Identifying Key Methodologies for Modelling Interdependencies in Dependent Networks
摘要
Accompanying modelling methods for dependent critical infrastructure networks’ interdependencies are explored in this paper with overtones to Bayesian networks, Network Centrality, Complex System Theory, Agent-Based Modelling, Graph Theory, and Simulation Modelling. This, together with network centrality information provides possible locations of failure in a network based on the most vital nodes. This theory which involves complex aspects and interaction of elements of the system inside is complex system theory. Bayesian networks ease probabilistic reasoning by allowing the example conditional independencies and incorporation of uncertainty. Agent-Based Modelling provides a micro-level picture of how system dynamics work as the different agents are created then allowed to act on their own. Graph theory has versatile instruments for analysing and describing the structural characteristics of networks, while parametric simulation enables testing of different options and measures in a risk-free environment.
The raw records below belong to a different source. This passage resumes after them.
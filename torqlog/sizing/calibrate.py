"""A drive model calibrated on the log, checked against the measured speed fluctuation.

A log with torque and speed shows both the inertia of the shaft and how the unlogged side
(the motor of a press or compressor, the load of an engine) answers speed changes:
:func:`torqlog.sizing.identify.identify_inertia_cycle` fits ``I`` and a linear torque–speed slope
``k`` on the mean cycle. Here that fit becomes a model of the machine,

    ``I·ω·dω/dθ = k·(ω₀ − ω) − L(θ)``,

with ``L`` the logged load torque (or the logged engine torque with its sign turned), and
the model is run at the existing inertia (:func:`torqlog.sizing.drive.simulate_drive`) to see
whether it reproduces the coefficient of speed fluctuation the log measures. Only a model
that does is used to size the flywheel; the nameplate motor is a fallback, and the
constant-drive rule ``I = ΔE/(Cs·ω̄²)`` an upper bound.

The mean cycle's load fluctuation is scaled so its energy swing equals a chosen per-cycle
swing (the median for the check against the measured median Cs, the design quantile for
sizing); the mean load and the shape stay those of the log.

References
----------
.. [1] R. L. Norton, *Design of Machinery*, flywheel section (equation of motion of a
   flywheel shaft, I·ω·dω/dθ = T_drive − T_load).
.. [2] R. G. Budynas, J. K. Nisbett, *Shigley's Mechanical Engineering Design*, 10th ed.,
   McGraw-Hill, 2015, sec. 16-12, eq. 16-62 (constant-drive relation I = ΔE/(Cs·ω̄²)).
.. [3] L. Ljung, *System Identification: Theory for the User*, 2nd ed., Prentice Hall,
   1999 (model validation against measured output; parameter covariance).
.. [4] S. J. Chapman, *Electric Machinery Fundamentals*, induction motor: rotor copper
   loss = slip × air-gap power; torque ∝ rotor current in the linear slip region.
"""

from __future__ import annotations

import math
from dataclasses import dataclass
from typing import Any

import numpy as np
from scipy.optimize import brentq

from torqlog.errors import DataError, UsageError
from torqlog.sizing.drive import DriveCycle, LinearDrive, MotorModel, simulate_drive
from torqlog.sizing.identify import IdentifyResult

_RPM = 60.0 / (2.0 * math.pi)  # rad/s -> rpm
#: Integration tolerance of the sizing simulations (Cs to about six digits).
_SIZING_RTOL = 1e-7

#: Relative difference between the model's Cs at the existing inertia and the measured
#: median Cs within which a model is taken to explain the log (common practice, stated).
TOLERANCE_REL = 0.10
#: Default running hours per year for the copper-loss figure (two shifts, ~250 days;
#: stated, not a standard).
HOURS_PER_YEAR = 4000.0

#: Why a model may not reproduce the measured Cs (said when it does not).
LIKELY_REASONS: tuple[str, ...] = (
    "rotating inertia the log does not see (a motor rotor or pulley behind a soft belt or "
    "coupling)",
    "belt slip",
    "the logger's filtering of the speed channel (a low-passed speed shows less "
    "fluctuation than the shaft had)",
    "a controlled drive (inverter or servo speed control) that does not follow a fixed "
    "torque–speed line",
)
BOUND_NOTE = ("I = ΔE/(Cs·ω̄²) assumes the drive torque stays "
              "constant through the cycle, so the flywheel alone carries the swing; a "
              "slipping motor carries part of it, so this is an upper bound")


@dataclass(frozen=True)
class DriveModel:
    """A machine model: total inertia and a linear drive (or load) characteristic.

    Attributes
    ----------
    name : str
        ``"calibrated drive"`` (fitted on the log) or ``"nameplate drive"``.
    inertia : float [kg*m^2]
        Total inertia at the logged shaft (motor rotor included).
    slope : float [N*m*s/rad]
        Drop of the unlogged drive torque per unit speed (load log) or rise of the
        unlogged load torque per unit speed (engine log), at the logged shaft.
    no_load_speed : float [rad/s]
        Speed at which the characteristic ``k·(ω₀ − ω)`` is zero (may be negative for an
        engine log).
    torque_role : str
        ``"load"``: the log holds the load torque; ``"drive"``: the engine torque.
    speed_ratio : float
        Motor shaft speed / logged shaft speed (1 without a motor).
    rated_torque : float or None [N*m]
        Rated torque at the motor shaft, from a nameplate.
    inertia_se, slope_se : float or None [kg*m^2], [N*m*s/rad]
        Standard errors of the fit (None for a nameplate).
    source : str
        Where the parameters come from.
    speed_mean : float or None [rad/s]
        Running speed of the fit (the point a re-sloped characteristic keeps).
    """

    name: str
    inertia: float
    slope: float
    no_load_speed: float
    torque_role: str = "load"
    speed_ratio: float = 1.0
    rated_torque: float | None = None
    inertia_se: float | None = None
    slope_se: float | None = None
    source: str = ""
    speed_mean: float | None = None

    def characteristic(self, slope: float | None = None) -> LinearDrive:
        """The drive as :func:`torqlog.sizing.drive.simulate_drive` takes it (optionally re-sloped
        about the same running point)."""
        if slope is None or slope == self.slope:
            return LinearDrive(self.slope, self.no_load_speed, self.speed_ratio,
                               self.rated_torque)
        # keep the drive torque at the running point: k·(ω₀ − ω̄) = k'·(ω₀' − ω̄)
        wbar = self.speed_mean if self.speed_mean is not None else self.no_load_speed
        w0 = wbar + (self.no_load_speed - wbar) * self.slope / slope
        return LinearDrive(slope, w0, self.speed_ratio, self.rated_torque)

    def to_dict(self) -> dict[str, Any]:
        """JSON of the model (unit-suffixed keys)."""
        return {
            "name": self.name,
            "inertia_kgm2": self.inertia,
            "inertia_se_kgm2": self.inertia_se,
            "slope_Nms_per_rad": self.slope,
            "slope_se_Nms_per_rad": self.slope_se,
            "no_load_speed_rpm": self.no_load_speed * _RPM,
            "torque_role": self.torque_role,
            "speed_ratio": self.speed_ratio,
            "rated_torque_motor_Nm": self.rated_torque,
            "source": self.source,
            "speed_mean_rpm": None if self.speed_mean is None else self.speed_mean * _RPM,
        }

    @classmethod
    def from_dict(cls, data: dict[str, Any]) -> DriveModel:
        """Rebuild a model from :meth:`to_dict` (e.g. the ``drive_model`` of size JSON)."""
        rpm = 1.0 / _RPM
        wbar = data.get("speed_mean_rpm")
        return cls(name=data["name"], inertia=float(data["inertia_kgm2"]),
                   slope=float(data["slope_Nms_per_rad"]),
                   no_load_speed=float(data["no_load_speed_rpm"]) * rpm,
                   torque_role=data.get("torque_role", "load"),
                   speed_ratio=float(data.get("speed_ratio", 1.0)),
                   rated_torque=data.get("rated_torque_motor_Nm"),
                   inertia_se=data.get("inertia_se_kgm2"),
                   slope_se=data.get("slope_se_Nms_per_rad"), source=data.get("source", ""),
                   speed_mean=None if wbar is None else float(wbar) * rpm)


def model_from_fit(fit: IdentifyResult, speed_mean: float, *,
                   motor: MotorModel | None = None) -> DriveModel:
    """Turn an inertia/slope fit on the mean cycle into a :class:`DriveModel`.

    Load log: the fit says ``T_drive = c − k·(ω − ω̄)``, so ``ω₀ = ω̄ + c/k``. Engine log:
    ``T_load = c + k·(ω − ω̄)``, simulated as a drive ``−T_load = k·(ω₀ − ω)`` with
    ``ω₀ = ω̄ − c/k``.

    Parameters
    ----------
    fit : IdentifyResult
        From :func:`torqlog.sizing.identify.identify_inertia_cycle`.
    speed_mean : float [rad/s]
        The mean of the speed the fit used (its ω̄).
    motor : MotorModel, optional
        The nameplate, for the speed ratio and the rated torque only.

    Returns
    -------
    DriveModel

    Raises
    ------
    DataError
        When the fitted slope is not significantly positive (the log cannot separate a
        speed-dependent drive from a constant one).

    References
    ----------
    .. [1] L. Ljung, *System Identification*, 2nd ed., 1999 (linear regression).
    """
    k, se = float(fit.slope), float(fit.slope_se)
    if not (k > 0 and k > 2.0 * se):
        raise DataError(f"the log shows no significant drive slope (fitted {k:.4g} ± "
                        f"{se:.2g} N m s/rad): it cannot tell a slipping drive from a "
                        f"constant one")
    c = float(fit.drive_torque_mean)
    w0 = speed_mean + c / k if fit.torque_role == "load" else speed_mean - c / k
    return DriveModel(
        name="calibrated drive", inertia=float(fit.inertia), slope=k, no_load_speed=w0,
        torque_role=fit.torque_role,
        speed_ratio=motor.speed_ratio if motor is not None else 1.0,
        rated_torque=motor.rated_torque if motor is not None and fit.torque_role == "load"
        else None,
        inertia_se=float(fit.inertia_se), slope_se=se,
        source=f"inertia and {'drive' if fit.torque_role == 'load' else 'load'} slope fitted "
               f"on the log's mean cycle (least squares, R² {fit.r2:.3f})",
        speed_mean=float(speed_mean))


def model_from_nameplate(motor: MotorModel, inertia: float, source: str) -> DriveModel:
    """The nameplate motor (linear slip) on a stated total inertia.

    Parameters
    ----------
    motor : MotorModel
        Nameplate data.
    inertia : float [kg*m^2]
        Total inertia at the logged shaft, motor rotor included.
    source : str
        Where the inertia comes from.

    References
    ----------
    .. [1] S. J. Chapman, *Electric Machinery Fundamentals*, linear slip region.
    """
    return DriveModel(name="nameplate drive", inertia=float(inertia), slope=motor.slope,
                      no_load_speed=motor.no_load_speed, torque_role="load",
                      speed_ratio=motor.speed_ratio, rated_torque=motor.rated_torque,
                      source=f"nameplate motor (linear slip) on {source}")


# --------------------------------------------------------------------------- simulation
def load_torque(torque: np.ndarray, torque_role: str, swing_scale: float = 1.0) -> np.ndarray:
    """The load the model's drive works against, its fluctuation scaled.

    Parameters
    ----------
    torque : array [N*m]
        Logged mean-cycle torque on a uniform angle grid.
    torque_role : {"load", "drive"}
        Whose torque was logged (an engine torque enters with its sign turned).
    swing_scale : float
        Factor on the fluctuation about the mean (the energy swing scales with it).

    Returns
    -------
    array [N*m]
    """
    t = np.asarray(torque, dtype=float)
    load = t if torque_role == "load" else -t
    mean = float(np.mean(load))
    return mean + float(swing_scale) * (load - mean)


def cycle_energy_swing(angle: np.ndarray, torque: np.ndarray) -> float:
    """Energy swing [J] of a mean cycle on a uniform grid: max − min of ∫(T − T̄)dθ.

    Parameters
    ----------
    angle : array [rad]
        Uniform grid over one cycle (end point excluded).
    torque : array [N*m]

    Examples
    --------
    A single harmonic ``T = T̄ + A·sin θ`` swings by ``2·A`` over a revolution:

    >>> import numpy as np
    >>> theta = np.linspace(0.0, 2 * np.pi, 3600, endpoint=False)
    >>> round(cycle_energy_swing(theta, 100.0 + 50.0 * np.sin(theta)), 1)
    100.0

    References
    ----------
    .. [1] Budynas & Nisbett, *Shigley's*, 10th ed., sec. 16-12 (energy swing).
    """
    t = np.asarray(torque, dtype=float)
    h = float(angle[1] - angle[0])
    # bin values as piecewise constant over their bins: the cumulative sum is exact
    e = np.concatenate([[0.0], np.cumsum((t - t.mean()) * h)])
    return float(e.max() - e.min())


def simulate_after(model: DriveModel, added_inertia: float, angle: np.ndarray,
                   torque: np.ndarray, revs_per_cycle: int = 1, *,
                   swing_scale: float = 1.0, rtol: float = 1e-7) -> DriveCycle:
    """The machine of ``model`` with ``added_inertia`` more, over the logged mean cycle.

    Parameters
    ----------
    model : DriveModel
        Calibrated (or nameplate) model.
    added_inertia : float [kg*m^2]
        Flywheel inertia added at the logged shaft (0 for the machine as it runs now).
    angle : array [rad]
        Uniform grid over one cycle (the mean cycle's ``angle``).
    torque : array [N*m]
        Logged mean-cycle torque (load, or engine torque for ``torque_role="drive"``).
    revs_per_cycle : int
        Shaft revolutions per cycle.
    swing_scale : float
        Factor on the load fluctuation (see :func:`load_torque`).
    rtol : float
        Integration tolerance (1e-7 keeps Cs and torques to about six digits).

    Returns
    -------
    DriveCycle
        Speed, drive torque (``motor_torque``, at the logged shaft; for an engine log the
        load torque with its sign turned) and load torque over the cycle, Cs, peaks, RMS.

    References
    ----------
    .. [1] R. L. Norton, *Design of Machinery*, flywheel section (equation of motion).
    """
    if not (math.isfinite(added_inertia) and added_inertia >= 0):
        raise UsageError(f"added inertia must be zero or positive, got {added_inertia!r}")
    load = load_torque(torque, model.torque_role, swing_scale)
    return simulate_drive(np.asarray(angle, dtype=float), load,
                          model.inertia + float(added_inertia), model.characteristic(),
                          revs_per_cycle, added_inertia=float(added_inertia), rtol=rtol)


def _cs(model: DriveModel, total: float, angle: np.ndarray, load: np.ndarray,
        revs: int, drive: LinearDrive) -> float:
    return simulate_drive(angle, load, total, drive, revs, rtol=_SIZING_RTOL).cs
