def _nameplate_check(motor: MotorModel | None, rec: dict[str, Any], torque_role: str,
                     messages: list[str]) -> float | None:
    """The nameplate slope [N*m*s/rad], compared with the log's calibrated one."""
    nameplate_slope = motor.slope if motor is not None else None
    mp = rec.get("model_params") or {}
    if (nameplate_slope is not None and mp.get("name") == "calibrated drive"
            and torque_role == "load"):
        gap = nameplate_slope / mp["slope_Nms_per_rad"] - 1.0
        verb = "disagrees with" if abs(gap) > NAMEPLATE_AGREES_REL else "agrees with"
        messages.append(f"the nameplate motor's slope {nameplate_slope:.4g} N m s/rad "
                        f"{verb} the log's {mp['slope_Nms_per_rad']:.4g} ± "
                        f"{mp['slope_se_Nms_per_rad']:.2g} N m s/rad ({gap:+.0%})"
                        + ("; the log's slope is used" if rec["model"] == "calibrated drive"
                           else ""))
    return nameplate_slope


def _assemble(chosen: str, cs: float, q: float | str, ratio: float, design: _DesignSwing,
              rec: dict[str, Any], *, identified: IdentifyResult | None,
              existing: float | None, added: float | None,
              added_ci: tuple[float, float] | None, cs_measured: float | None,
              nameplate_slope: float | None, messages: list[str],
              options: dict[str, Any]) -> SizeResult:
    """Gather the steps' figures into the frozen result."""
    mp = rec.get("model_params")
    return SizeResult(
        method=chosen, target_cs=cs, speed_mean=design.wbar,
        design_energy_swing=design.e_design, quantile=q,
        required_inertia=float(rec["required"]), ci95=tuple(rec["ci95"]),
        existing_inertia=existing, added_inertia=added, flywheel_speed_ratio=ratio,
        cycles_used=design.n_used,
        identified=identified.to_dict() if identified is not None else None,
        drive=rec.get("drive"), messages=tuple(messages), cautions=CAUTIONS, options=options,
        curve=rec.get("curve"), model=rec["model"], model_reason=rec["model_reason"],
        cs_measured=cs_measured,
        validation=(rec["validation"].to_dict() | {"model": (mp or {}).get("name")}
                    if rec.get("validation") is not None else None),
        candidates=tuple(rec.get("candidates", ())), model_params=mp,
        bound_required_inertia=design.bound, bound_ci95=design.bound_ci,
        ci95_parts=rec["ci95_parts"], added_ci95=added_ci, nameplate_slope=nameplate_slope,
        now=rec.get("now"), after=rec.get("after"))


def size_log(cycles: Any, profile: Any = None, *, target_cs: float | None = None,
             machine_class: str | None = None, quantile: float | str = 0.95,
             motor: Mapping[str, float] | None = None,
             flywheel_speed_ratio: float | None = None, seed: int = 0,
             tolerance: float = TOLERANCE_REL,
             hours_per_year: float = HOURS_PER_YEAR) -> SizeResult:
    """Size a flywheel from the cycles of one log and a machine profile.

    The values given here win over the profile's; this is what ``torqlog size`` and the
    report both run, so their numbers agree.

    Parameters
    ----------
    cycles : CycleResult
        From :func:`torqlog.signal.cycles.analyse_cycles`; its options give the existing inertia,
        revs per cycle, torque role and nominal speed.
    profile : MachineProfile, optional
        ``[machine] target_cs`` and ``flywheel_speed_ratio``, and ``[motor]``.
    target_cs : float, optional
        Target coefficient of speed fluctuation; else from ``machine_class``, else the
        profile.
    machine_class : str, optional
        A key of :data:`MACHINE_CLASSES` for the target.
    quantile : float or "max"
        Design quantile of the per-cycle energy swing.
    motor : mapping, optional
        Motor values over the profile's ``[motor]`` (SI keys ``power`` [W], ``sync``,
        ``rated`` [rad/s], ``speed_ratio``); the drive is simulated when a motor results.
    flywheel_speed_ratio : float, optional
        Flywheel shaft speed / logged shaft speed (default: profile, else 1).
    seed : int
        Bootstrap seed.
    tolerance : float
        Relative Cs error within which a drive model explains the log.
    hours_per_year : float [h]
        Running hours per year for the copper-loss change.

    Returns
    -------
    SizeResult

    Raises
    ------
    UsageError
        No target Cs anywhere; see also :func:`size_from_cycles`.

    References
    ----------
    Shigley & Mischke, *Mechanical Engineering Design*, flywheel section.
    """
    machine = profile.machine if profile is not None else {}
    target_cs = _target_from(target_cs, machine_class, machine)
    model = _motor_from(profile, motor)
    ratio = (flywheel_speed_ratio if flywheel_speed_ratio is not None
             else machine.get("flywheel_speed_ratio", 1.0))
    o = cycles.options
    _check_some_clean(cycles)
    return size_from_cycles(cycles.table, cycles.mean_cycle, target_cs=target_cs,
                            quantile=quantile, existing_inertia=o["inertia"],
                            flywheel_speed_ratio=ratio, motor=model,
                            revs_per_cycle=o["revs_per_cycle"], seed=seed,
                            torque_role=o["torque_role"], speed=o.get("nominal_speed"),
                            tolerance=tolerance, hours_per_year=hours_per_year)


def _target_from(target_cs: float | None, machine_class: str | None,
                 machine: Mapping[str, Any]) -> float:
    """The target Cs: as given, else from the machine class, else from the profile."""
    if target_cs is None and machine_class:
        target_cs = target_cs_for(machine_class)
    if target_cs is None:
        target_cs = machine.get("target_cs")
    if target_cs is None:
        raise UsageError("give --target-cs X, --machine-class NAME or [machine] target_cs in "
                         "the profile")
    return target_cs


def _motor_from(profile: Any, motor: Mapping[str, float] | None) -> MotorModel | None:
    """The motor model from the profile's ``[motor]`` with the given values over it."""
    motor_kw = dict(profile.motor) if profile is not None else {}
    motor_kw.update({k: v for k, v in (motor or {}).items() if v is not None})
    return MotorModel.from_profile(motor_kw) if motor_kw else None


def _check_some_clean(cycles: Any) -> None:
    """Refuse a log whose cycles are all flagged, saying which flags they carry."""
    summary = cycles.summary
    if not summary.get("cycles"):
        flags = ", ".join(f"{k} {v}" for k, v in (summary.get("flags") or {}).items())
        raise DataError(f"{cycles.source}: no clean cycles to size from: all "
                        f"{summary.get('cycles_total', 0)} cycles are flagged"
                        + (f" ({flags})" if flags else "")
                        + "; see the flag column of 'torqlog cycles' and fix the log or how "
                          "it is read")


def size_log_dict(result: SizeResult, cycles: Any) -> dict[str, Any]:
    """The JSON contract of ``torqlog size``: the sizing plus the log and its cycle options.

    Parameters
    ----------
    result : SizeResult
        From :func:`size_log`.
    cycles : CycleResult
        The cycles it was sized from.

    Returns
    -------
    dict
    """
    data = result.to_dict()
    data["source"] = cycles.source
    data["cycle_options"] = cycles.options
    if "anomaly_score" in cycles.columns:  # cycle-shape check (torqlog.signal.anomaly)
        from torqlog.signal.anomaly import abnormal_effect

        eff = abnormal_effect(cycles.columns, data.get("quantile", 0.95))
        data["abnormal_cycles"] = eff
        if eff and eff["abnormal"] and eff["change"] is not None:
            data["messages"].append(
                f"{eff['abnormal']} cycle(s) of abnormal shape are in the sizing (they are real "
                f"running); without them the design energy swing changes by "
                f"{100 * eff['change']:+.2g} %")
    return data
While there are so many merits accrued from these approaches, they also have demerit which include the following. Challenges regarding data availability and the quality of the data continue to plague accurate modelling and analysis. It is rather difficult to provide the accurate complex, temporal and asynchronous relationships between elements characteristic to critical infrastructures. These systems are dynamic, and as we have seen, complexity is magnified when the situation also fluctuates; hence, the need for dynamic models. This is another problem because the behaviours and interactions of the systems are unpredictable; often, this leads to requiring elaborate techniques for minimising the unpredictability. These constraints, therefore, must be addressed in order to develop more robust and reliable representations of the interrelationships of systems that make up a nation’s critical infrastructures.